> [Records]:
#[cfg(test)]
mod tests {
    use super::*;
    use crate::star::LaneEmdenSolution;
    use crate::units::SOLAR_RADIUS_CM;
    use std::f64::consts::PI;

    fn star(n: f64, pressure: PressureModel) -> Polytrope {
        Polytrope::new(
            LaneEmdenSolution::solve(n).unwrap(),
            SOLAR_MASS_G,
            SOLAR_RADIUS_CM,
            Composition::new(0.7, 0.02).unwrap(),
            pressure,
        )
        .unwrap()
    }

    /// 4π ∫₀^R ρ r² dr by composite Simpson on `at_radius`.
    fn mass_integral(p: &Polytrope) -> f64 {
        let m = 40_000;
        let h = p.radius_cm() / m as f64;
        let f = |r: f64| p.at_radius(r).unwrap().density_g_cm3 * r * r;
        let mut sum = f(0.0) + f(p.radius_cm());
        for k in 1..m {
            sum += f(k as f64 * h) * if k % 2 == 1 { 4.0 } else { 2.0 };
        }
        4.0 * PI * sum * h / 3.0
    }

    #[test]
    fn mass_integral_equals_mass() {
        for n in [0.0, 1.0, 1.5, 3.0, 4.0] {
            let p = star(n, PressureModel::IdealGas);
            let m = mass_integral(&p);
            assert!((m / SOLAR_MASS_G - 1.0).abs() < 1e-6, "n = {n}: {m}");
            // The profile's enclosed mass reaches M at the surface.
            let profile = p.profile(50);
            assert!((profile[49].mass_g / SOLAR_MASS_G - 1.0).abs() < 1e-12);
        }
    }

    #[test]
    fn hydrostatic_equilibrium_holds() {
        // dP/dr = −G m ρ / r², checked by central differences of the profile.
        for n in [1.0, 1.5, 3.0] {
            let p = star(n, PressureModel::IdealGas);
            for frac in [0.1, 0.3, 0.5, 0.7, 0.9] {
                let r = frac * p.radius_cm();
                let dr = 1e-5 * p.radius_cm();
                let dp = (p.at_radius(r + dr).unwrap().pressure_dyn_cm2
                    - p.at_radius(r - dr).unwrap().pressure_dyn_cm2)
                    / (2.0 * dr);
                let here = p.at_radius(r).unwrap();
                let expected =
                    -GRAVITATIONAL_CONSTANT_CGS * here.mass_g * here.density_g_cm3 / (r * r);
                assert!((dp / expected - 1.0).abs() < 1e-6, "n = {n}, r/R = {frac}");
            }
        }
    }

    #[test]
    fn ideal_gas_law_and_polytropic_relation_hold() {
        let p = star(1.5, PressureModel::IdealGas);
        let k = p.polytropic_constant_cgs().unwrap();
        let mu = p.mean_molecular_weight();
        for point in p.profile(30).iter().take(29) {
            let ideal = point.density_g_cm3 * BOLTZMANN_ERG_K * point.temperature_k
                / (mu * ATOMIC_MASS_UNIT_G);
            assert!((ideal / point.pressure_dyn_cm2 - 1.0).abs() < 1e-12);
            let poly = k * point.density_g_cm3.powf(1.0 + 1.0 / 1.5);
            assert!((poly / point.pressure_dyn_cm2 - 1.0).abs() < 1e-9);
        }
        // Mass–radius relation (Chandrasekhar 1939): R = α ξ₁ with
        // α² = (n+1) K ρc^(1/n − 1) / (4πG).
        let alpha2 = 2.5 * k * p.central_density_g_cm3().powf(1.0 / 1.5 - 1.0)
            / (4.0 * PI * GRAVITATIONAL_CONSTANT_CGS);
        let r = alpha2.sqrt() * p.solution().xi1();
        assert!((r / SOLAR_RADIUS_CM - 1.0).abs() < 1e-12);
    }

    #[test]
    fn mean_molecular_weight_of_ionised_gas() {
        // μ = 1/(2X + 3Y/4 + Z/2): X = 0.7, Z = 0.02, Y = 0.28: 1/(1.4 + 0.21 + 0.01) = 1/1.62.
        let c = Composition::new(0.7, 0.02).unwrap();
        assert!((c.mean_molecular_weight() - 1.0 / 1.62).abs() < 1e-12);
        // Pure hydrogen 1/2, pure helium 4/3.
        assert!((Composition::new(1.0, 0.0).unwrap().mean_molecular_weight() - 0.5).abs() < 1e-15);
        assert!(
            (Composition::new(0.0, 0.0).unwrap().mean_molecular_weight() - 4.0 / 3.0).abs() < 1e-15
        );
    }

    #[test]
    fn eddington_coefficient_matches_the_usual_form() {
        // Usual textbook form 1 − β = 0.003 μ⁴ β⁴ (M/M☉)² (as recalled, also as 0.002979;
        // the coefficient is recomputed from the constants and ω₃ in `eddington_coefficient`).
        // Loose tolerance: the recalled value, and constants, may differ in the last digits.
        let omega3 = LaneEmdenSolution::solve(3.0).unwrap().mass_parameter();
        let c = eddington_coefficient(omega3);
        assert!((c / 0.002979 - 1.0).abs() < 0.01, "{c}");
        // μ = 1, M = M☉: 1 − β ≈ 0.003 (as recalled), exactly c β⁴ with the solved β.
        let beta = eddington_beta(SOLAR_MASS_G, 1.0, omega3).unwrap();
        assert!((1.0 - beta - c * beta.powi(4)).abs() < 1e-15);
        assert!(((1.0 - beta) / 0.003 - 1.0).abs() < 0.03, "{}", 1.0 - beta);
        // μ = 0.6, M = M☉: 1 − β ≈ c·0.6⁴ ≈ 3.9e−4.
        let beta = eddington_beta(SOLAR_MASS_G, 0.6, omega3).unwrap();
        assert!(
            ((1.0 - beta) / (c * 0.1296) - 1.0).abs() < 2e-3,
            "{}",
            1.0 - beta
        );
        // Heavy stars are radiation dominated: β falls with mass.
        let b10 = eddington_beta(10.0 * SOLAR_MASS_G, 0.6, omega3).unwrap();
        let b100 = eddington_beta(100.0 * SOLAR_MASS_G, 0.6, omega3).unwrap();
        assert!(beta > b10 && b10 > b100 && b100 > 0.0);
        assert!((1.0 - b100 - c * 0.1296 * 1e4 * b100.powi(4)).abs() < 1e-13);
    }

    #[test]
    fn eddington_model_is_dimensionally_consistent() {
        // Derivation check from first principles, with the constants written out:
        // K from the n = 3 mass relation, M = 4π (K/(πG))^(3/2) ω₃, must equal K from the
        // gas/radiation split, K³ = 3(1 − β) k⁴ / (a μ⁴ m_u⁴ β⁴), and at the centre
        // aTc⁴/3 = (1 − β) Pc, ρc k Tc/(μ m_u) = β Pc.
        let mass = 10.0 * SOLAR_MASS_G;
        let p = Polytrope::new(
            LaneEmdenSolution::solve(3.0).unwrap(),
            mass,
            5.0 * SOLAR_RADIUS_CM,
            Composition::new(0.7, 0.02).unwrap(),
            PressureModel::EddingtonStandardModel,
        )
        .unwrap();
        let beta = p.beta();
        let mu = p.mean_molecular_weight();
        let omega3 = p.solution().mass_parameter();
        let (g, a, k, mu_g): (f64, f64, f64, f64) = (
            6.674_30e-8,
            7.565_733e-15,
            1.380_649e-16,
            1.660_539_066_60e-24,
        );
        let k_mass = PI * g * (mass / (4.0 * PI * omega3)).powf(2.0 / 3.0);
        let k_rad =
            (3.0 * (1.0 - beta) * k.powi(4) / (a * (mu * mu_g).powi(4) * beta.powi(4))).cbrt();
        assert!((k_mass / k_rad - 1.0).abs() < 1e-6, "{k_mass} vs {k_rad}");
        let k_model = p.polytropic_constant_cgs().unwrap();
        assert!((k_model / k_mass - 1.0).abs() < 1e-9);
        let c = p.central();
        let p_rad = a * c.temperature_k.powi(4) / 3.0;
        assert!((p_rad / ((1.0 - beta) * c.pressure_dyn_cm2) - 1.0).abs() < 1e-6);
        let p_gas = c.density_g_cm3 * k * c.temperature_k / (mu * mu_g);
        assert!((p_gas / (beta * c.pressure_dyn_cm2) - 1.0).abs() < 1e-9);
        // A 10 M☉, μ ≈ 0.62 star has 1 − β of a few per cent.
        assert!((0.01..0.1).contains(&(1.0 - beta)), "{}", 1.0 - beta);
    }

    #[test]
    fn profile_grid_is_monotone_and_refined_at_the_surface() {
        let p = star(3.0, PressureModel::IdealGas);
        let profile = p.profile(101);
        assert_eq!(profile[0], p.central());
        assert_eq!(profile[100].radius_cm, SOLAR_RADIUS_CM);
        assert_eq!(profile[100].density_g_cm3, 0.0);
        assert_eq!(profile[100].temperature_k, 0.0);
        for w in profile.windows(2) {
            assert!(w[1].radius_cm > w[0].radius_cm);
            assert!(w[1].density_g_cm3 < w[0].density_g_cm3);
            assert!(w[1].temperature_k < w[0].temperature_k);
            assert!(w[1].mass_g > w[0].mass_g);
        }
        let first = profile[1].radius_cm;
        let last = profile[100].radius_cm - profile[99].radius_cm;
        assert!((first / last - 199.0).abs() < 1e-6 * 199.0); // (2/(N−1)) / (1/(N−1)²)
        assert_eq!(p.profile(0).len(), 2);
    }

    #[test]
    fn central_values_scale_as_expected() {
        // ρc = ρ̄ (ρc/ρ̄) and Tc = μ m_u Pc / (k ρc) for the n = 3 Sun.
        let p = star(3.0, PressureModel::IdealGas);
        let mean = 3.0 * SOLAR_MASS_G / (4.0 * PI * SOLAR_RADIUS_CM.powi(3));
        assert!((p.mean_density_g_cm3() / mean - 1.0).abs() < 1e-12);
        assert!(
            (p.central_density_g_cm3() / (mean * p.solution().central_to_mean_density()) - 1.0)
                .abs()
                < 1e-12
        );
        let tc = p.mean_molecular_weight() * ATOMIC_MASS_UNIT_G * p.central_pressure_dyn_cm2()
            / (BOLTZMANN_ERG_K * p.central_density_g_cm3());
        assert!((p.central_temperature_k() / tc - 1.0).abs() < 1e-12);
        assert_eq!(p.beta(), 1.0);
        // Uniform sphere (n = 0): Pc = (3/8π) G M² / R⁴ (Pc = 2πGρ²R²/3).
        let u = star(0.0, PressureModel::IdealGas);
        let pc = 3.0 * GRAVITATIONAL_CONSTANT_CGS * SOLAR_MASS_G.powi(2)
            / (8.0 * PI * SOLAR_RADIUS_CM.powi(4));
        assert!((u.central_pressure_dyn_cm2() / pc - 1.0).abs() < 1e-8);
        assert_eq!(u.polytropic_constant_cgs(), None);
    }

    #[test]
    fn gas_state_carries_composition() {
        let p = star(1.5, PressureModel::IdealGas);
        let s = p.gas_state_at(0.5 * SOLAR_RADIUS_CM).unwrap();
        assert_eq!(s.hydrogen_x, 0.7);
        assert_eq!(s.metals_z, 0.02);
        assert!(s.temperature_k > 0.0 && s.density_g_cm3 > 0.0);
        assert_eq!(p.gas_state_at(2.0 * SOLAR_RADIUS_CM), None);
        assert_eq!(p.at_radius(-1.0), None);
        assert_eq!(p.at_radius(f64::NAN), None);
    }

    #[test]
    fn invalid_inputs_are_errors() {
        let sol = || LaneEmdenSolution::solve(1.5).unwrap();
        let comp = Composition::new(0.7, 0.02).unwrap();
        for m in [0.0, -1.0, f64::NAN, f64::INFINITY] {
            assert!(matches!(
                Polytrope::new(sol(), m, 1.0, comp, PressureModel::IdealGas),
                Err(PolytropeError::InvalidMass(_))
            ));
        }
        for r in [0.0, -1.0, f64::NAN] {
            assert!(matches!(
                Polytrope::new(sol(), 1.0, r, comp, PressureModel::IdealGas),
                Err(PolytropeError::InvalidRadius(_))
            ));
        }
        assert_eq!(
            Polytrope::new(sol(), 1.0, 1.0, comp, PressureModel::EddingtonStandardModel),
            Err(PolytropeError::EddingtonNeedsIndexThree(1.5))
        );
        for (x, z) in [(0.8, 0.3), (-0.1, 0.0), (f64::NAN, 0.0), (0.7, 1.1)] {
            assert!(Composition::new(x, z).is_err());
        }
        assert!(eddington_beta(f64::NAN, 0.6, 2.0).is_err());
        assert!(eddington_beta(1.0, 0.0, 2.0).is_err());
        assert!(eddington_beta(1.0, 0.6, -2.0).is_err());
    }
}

==

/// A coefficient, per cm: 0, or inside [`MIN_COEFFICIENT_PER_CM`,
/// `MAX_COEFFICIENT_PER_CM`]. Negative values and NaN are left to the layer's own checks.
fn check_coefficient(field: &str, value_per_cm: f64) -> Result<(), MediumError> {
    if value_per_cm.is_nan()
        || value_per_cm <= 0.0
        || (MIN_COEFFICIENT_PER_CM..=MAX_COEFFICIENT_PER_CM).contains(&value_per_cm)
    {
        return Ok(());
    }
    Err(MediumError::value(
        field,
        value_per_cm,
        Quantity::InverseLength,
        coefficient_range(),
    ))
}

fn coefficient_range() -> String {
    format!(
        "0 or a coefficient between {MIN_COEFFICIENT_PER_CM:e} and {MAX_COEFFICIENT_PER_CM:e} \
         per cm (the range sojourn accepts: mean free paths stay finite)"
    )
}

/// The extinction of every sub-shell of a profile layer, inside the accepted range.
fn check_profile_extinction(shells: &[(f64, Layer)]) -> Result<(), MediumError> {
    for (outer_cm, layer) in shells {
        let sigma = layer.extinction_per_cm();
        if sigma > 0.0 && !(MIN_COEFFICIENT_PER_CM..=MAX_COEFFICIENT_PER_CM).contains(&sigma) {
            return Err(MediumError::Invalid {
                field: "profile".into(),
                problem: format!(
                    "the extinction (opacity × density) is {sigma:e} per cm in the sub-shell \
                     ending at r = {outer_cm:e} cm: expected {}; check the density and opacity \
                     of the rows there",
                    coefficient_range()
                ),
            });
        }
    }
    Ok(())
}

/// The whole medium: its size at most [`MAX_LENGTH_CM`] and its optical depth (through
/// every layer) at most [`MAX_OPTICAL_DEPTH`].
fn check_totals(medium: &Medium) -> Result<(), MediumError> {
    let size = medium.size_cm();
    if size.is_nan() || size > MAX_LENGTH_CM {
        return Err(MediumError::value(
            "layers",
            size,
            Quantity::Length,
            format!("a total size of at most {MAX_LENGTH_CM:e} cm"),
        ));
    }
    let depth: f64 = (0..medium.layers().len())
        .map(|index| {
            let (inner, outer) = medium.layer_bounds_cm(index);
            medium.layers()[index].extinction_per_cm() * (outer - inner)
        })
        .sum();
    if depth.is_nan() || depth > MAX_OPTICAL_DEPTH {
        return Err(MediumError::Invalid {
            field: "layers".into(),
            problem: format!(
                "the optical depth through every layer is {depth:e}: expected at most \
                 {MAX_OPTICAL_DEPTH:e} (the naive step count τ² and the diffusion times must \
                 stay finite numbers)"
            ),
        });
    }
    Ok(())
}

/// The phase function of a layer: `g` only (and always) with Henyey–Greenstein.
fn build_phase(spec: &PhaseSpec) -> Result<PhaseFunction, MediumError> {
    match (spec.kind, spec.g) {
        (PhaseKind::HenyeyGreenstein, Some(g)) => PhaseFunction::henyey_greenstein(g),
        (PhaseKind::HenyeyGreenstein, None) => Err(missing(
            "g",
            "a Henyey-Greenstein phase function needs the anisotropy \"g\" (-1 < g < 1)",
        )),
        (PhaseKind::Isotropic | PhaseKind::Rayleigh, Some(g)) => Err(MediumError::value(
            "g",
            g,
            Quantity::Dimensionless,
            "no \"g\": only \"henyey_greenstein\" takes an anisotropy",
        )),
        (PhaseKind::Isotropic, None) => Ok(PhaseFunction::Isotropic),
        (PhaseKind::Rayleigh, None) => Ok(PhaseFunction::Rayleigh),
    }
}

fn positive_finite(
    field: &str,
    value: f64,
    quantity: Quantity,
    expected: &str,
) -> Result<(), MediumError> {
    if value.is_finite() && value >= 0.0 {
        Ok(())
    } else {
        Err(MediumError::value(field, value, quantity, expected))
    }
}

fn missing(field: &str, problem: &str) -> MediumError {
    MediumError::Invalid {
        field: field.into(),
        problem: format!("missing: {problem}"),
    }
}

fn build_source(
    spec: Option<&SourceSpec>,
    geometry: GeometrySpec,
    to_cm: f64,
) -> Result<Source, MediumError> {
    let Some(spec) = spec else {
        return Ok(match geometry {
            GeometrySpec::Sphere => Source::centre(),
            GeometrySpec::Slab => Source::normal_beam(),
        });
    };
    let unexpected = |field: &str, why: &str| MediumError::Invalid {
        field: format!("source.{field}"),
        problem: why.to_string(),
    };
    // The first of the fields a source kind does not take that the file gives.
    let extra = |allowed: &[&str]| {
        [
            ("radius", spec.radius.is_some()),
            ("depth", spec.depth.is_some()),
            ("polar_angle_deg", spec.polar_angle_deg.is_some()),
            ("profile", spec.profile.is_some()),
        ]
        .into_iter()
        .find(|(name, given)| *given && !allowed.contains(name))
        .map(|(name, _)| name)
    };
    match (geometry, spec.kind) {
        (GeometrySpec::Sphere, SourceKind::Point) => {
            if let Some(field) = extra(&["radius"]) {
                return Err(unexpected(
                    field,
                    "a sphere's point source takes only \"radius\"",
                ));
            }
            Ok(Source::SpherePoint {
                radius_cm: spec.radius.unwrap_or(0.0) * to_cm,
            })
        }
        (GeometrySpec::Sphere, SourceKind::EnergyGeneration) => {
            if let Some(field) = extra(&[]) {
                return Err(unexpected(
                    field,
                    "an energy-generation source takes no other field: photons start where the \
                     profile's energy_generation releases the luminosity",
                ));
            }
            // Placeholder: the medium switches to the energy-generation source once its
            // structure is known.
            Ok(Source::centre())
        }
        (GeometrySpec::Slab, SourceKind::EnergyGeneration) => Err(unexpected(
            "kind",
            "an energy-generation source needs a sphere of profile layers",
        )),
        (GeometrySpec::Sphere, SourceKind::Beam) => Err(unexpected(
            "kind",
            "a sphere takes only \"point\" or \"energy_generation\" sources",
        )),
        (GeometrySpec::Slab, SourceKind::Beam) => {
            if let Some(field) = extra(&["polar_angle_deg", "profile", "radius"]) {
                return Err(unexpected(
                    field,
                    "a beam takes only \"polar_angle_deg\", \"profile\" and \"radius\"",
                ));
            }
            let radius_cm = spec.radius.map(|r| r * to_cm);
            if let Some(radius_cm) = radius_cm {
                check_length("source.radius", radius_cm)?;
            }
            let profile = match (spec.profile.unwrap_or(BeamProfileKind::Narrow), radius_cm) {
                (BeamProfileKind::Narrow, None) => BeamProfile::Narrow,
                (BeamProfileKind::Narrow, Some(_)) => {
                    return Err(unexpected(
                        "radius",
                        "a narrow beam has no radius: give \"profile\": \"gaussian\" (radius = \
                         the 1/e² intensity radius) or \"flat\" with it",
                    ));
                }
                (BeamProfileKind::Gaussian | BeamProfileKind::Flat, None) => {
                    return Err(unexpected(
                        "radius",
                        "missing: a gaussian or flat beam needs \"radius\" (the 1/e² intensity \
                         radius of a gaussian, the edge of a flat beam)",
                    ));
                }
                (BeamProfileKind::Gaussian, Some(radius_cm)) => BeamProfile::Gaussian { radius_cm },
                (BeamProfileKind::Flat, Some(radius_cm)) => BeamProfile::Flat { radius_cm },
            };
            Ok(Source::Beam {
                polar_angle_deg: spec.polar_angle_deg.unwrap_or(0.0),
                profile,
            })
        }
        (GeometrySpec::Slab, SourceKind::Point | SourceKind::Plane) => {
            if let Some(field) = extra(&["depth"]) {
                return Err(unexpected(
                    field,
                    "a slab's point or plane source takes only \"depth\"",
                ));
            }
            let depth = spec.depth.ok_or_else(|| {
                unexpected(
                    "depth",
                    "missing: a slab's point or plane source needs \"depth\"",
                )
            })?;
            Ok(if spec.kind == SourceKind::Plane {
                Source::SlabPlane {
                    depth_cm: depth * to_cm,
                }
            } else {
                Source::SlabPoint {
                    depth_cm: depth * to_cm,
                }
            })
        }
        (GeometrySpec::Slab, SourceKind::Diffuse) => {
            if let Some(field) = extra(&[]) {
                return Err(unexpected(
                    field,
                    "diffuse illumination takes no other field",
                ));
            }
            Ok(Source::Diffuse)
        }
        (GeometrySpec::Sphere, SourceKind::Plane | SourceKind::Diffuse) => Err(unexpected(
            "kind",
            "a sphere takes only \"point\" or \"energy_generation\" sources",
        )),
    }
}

==

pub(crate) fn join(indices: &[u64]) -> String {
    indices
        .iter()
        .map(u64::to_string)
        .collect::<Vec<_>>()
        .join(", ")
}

> [Task goal]: From the listing above, output exactly the run of lines that starts with the line containing "let k_mass = PI" and ends with the line containing "let k_model = p.polytropic_constant_cgs().unwrap();".

> [Reply to the exercise]:
        let k_mass = PI * g * (mass / (4.0 * PI * omega3)).powf(2.0 / 3.0);
        let k_rad =
            (3.0 * (1.0 - beta) * k.powi(4) / (a * (mu * mu_g).powi(4) * beta.powi(4))).cbrt();
        assert!((k_mass / k_rad - 1.0).abs() < 1e-6, "{k_mass} vs {k_rad}");
        let k_model = p.polytropic_constant_cgs().unwrap();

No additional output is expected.